Entanglement & Ion Channels
The authors also raise the question of whether given quantum coherence in the ion channel, it is possible for the channel states to be communicated to the rest of the cell membrane. This could include connections to other ion channels in the same membrane, possibly by means of quantum entanglement.
Bernroider’s work might not be considered to be a fully fledged separate quantum consciousness theory. In the early part of the decade, Bernroider seemed to associate himself with David Bohm’s implicate order, but the lack of much specific neuroscience in Bohm’s version makes it hard to make any definite connection between it and the type of detailed neuroscientific argument offered by Bernroider.
Bernroider can be seen to differ from the various quantum brain dynamics theories that derive from Umezawa, in concentrating on quantum mechanics rather than quantum field theory, and in not giving a major role to water. It also varies from Orch OR in focusing on the cell membrane rather than the cytoskeleton and on the axons rather than the dendrites, and by dealing with simple ions rather than Bose condensates. However, it is possible to speculate that wave function collapse under the Bernroider proposals could still result in objective reduction, and thus provide a link to Penrose’s fundamental spacetime geometry.

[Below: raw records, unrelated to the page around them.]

/* twinhorizon: linear stability of sonic horizon pairs in Bose-Einstein condensates
 * SPDX-License-Identifier: GPL-3.0-or-later
 *
 * The fluctuations of a mode along the real axis. In: an eigenvector on a mesh. Out: eta, phi and
 * their slopes at any point. Calls mesh, operator, dispersion, matching, flow.
 * Symbols: eta, phi density and phase fluctuation; k wave number.
 * Inside, the field is the interpolant on the elements. Outside an open end it is the sum of the
 * two outgoing waves of the uniform flow, taken along the real axis: the mesh only knows it along
 * the rotated ray, or damped by the absorbing layer. Proof: tests/test_profile.c. */
#include "modes/field.h"

#include <gsl/gsl_math.h>
#include <stdlib.h>

#include "alloc.h"
#include "dispersion.h"
#include "matching/ends.h"

static double complex interpolate(const th_gll *rule, const double complex *value, double z)
{
    double re[TH_GLL_ORDER_MAX + 1], im[TH_GLL_ORDER_MAX + 1];

    for (int j = 0; j <= rule->order; j++) {
        re[j] = creal(value[j]);
        im[j] = cimag(value[j]);
    }
    return th_gll_interpolate(rule, re, z) + I * th_gll_interpolate(rule, im, z);
}

th_field_sample th_field_inside(const th_field *field, int e, double x)
{
    const th_element *el = &field->mesh->element[e];
    const th_gll *rule = &field->mesh->rule;
    const size_t at = (size_t)e * (size_t)(rule->order + 1);
    const double z = fmax(-1.0, fmin(1.0, 2.0 * (x - el->left) / el->length - 1.0));
    th_field_sample s = {
        interpolate(rule, field->eta + at, z), interpolate(rule, field->phi + at, z),
        interpolate(rule, field->eta_slope + at, z), interpolate(rule, field->phi_slope + at, z)};

    return s;
}

/* Outgoing waves of a subsonic end: those that decay along the rotated ray. */
static th_status damped_pair(const th_field *field, const th_flow_point *point, th_field_tail *tail,
                             th_error *err)
{
    const double complex turn = cexp(I * field->mesh->angle);
    double complex k[4];
    int found = 0;
    th_status st = th_dispersion_roots(field->omega, point->v, point->c, k, err);

    if (st != TH_OK)
        return st;
    for (int i = 0; i < 4; i++)
        if (tail->side * cimag(k[i] * turn) > 0.0 && found < 2)
            tail->k[found++] = k[i];
    tail->known = found == 2;
    return TH_OK;
}

/* Outgoing waves of a supersonic end, from the sum s and product p of the matching function's pair:
 * k^2 - s k + p = 0. */
static th_status followed_pair(const th_field *field, const th_flow_point *point,
                               th_field_tail *tail, th_error *err)
{
    const th_end end = {
        .density = point->n, .speed = point->v, .sound = point->c, .side = tail->side};
    th_frame frame;
    th_pair_sum sum;
    double complex p, root;
    th_status st = th_end_frame(&end, field->omega, &frame, &sum, err);

    if (st != TH_OK)
        return st;
    p = frame.y[1][1] / (-I * point->n); /* ends.c: the second solution has n eta' = -i n p */
    root = csqrt(0.25 * sum.value * sum.value - p);
    if (creal(conj(sum.value) * root) < 0.0)
        root = -root;
    tail->k[0] = 0.5 * sum.value + root; /* the larger one, then the other without cancellation */
    tail->k[1] = p / tail->k[0];
    tail->known = true;
    return TH_OK;
}

th_status th_field_tail_find(const th_field *field, int side, th_field_tail *out, th_error *err)
{
    const th_mesh *m = field->mesh;
    const int e = side < 0 ? m->first_inside : m->last_inside;
    const int piece = side < 0 ? -1 : th_flow_pieces(field->flow);
    const double *edge;
    double complex square[2], determinant;
    th_field_sample s;
    th_flow_point point;
    int edges;
    th_status st;

    *out = (th_field_tail){.side = side};
    edge = th_flow_edges(field->flow, &edges);
    s = th_field_inside(field, e, side < 0 ? edge[0] : edge[edges - 1]);
    th_flow_eval(field->flow, piece, side < 0 ? edge[0] : edge[edges - 1], &point);
    st = point.v < point.c ? damped_pair(field, &point, out, err)
                           : followed_pair(field, &point, out, err);
    if (st != TH_OK || !out->known)
        return st;
    for (int w = 0; w < 2; w++) {
        square[w] = out->k[w] * out->k[w];
        out->p[w] = -I * (field->omega - point.v * out->k[w]);
    }
    determinant = square[0] * out->p[1] - square[1] * out->p[0];
    out->amplitude[0] = (s.eta * out->p[1] - square[1] * s.phi) / determinant;
    out->amplitude[1] = (square[0] * s.phi - s.eta * out->p[0]) / determinant;
    return TH_OK;
}

th_field_sample th_field_outside(const th_field_tail *tail, double away)
{
    th_field_sample t = {0};

    for (int w = 0; w < 2; w++) {
        const double complex k = tail->k[w];
        const double complex wave = tail->amplitude[w] * cexp(I * k * tail->side * away);

        t.eta += k * k * wave;
        t.phi += tail->p[w] * wave;
        t.eta_slope += I * k * k * k * wave;
        t.phi_slope += I * k * tail->p[w] * wave;
    }
    return t;
}

static void differentiate(th_field *field)
{
    const th_mesh *m = field->mesh;
    const int nodes = m->rule.order + 1;

    for (int e = 0; e < m->elements; e++) {
        const size_t first = (size_t)e * (size_t)nodes;
        const double complex scale = 2.0 / (m->element[e].length * m->element[e].stretch);

        for (int i = 0; i < nodes; i++)
            for (int j = 0; j < nodes; j++) {
                field->eta_slope[first + (size_t)i] +=
                    scale * m->rule.slope[i][j] * field->eta[first + (size_t)j];
                field->phi_slope[first + (size_t)i] +=
                    scale * m->rule.slope[i][j] * field->phi[first + (size_t)j];
            }
    }
}

th_status th_field_create(const th_flow *flow, const th_mesh *mesh, const th_operator *op,
                          double complex omega, const double complex *vector, th_field *out,
                          th_error *err)
{
    const size_t total = (size_t)mesh->elements * (size_t)(mesh->rule.order + 1);

    *out = (th_field){.flow = flow, .mesh = mesh, .omega = omega};
    out->eta = th_alloc(total, sizeof *out->eta);
    out->phi = th_alloc(total, sizeof *out->phi);
    out->eta_slope = th_alloc(total, sizeof *out->eta_slope);
    out->phi_slope = th_alloc(total, sizeof *out->phi_slope);
    if (out->eta == NULL || out->phi == NULL || out->eta_slope == NULL || out->phi_slope == NULL)
        return th_fail(err, TH_ENOMEM, "mode shape: %zu nodes", total);
    for (size_t at = 0; at < total; at++) {
        const int slot = op->slot[at];

        if (slot < 0)
            continue;
        out->eta[at] = vector[2 * slot] / csqrt(op->mass[slot]);
        out->phi[at] = vector[2 * slot + 1] / csqrt(op->mass[slot]);
    }
    differentiate(out);
    return TH_OK;
}

void th_field_clear(th_field *field)
{
    free(field->eta);
    free(field->phi);
    free(field->eta_slope);
    free(field->phi_slope);
    *field = (th_field){0};
}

Bernroider’s theory might be seen to represent even more of a challenge to conventional neuroscience than the other quantum consciousness theories. This is because its recruits as its basis the axon membrane and ion channels which form a crucial part of the conventional neuroscience model, and then tries to remodel these core structures on a quantum-driven basis. It is hard to deny that if this theory were to become better substantiated, it would produce in neuroscience a revolution of the most profound kind.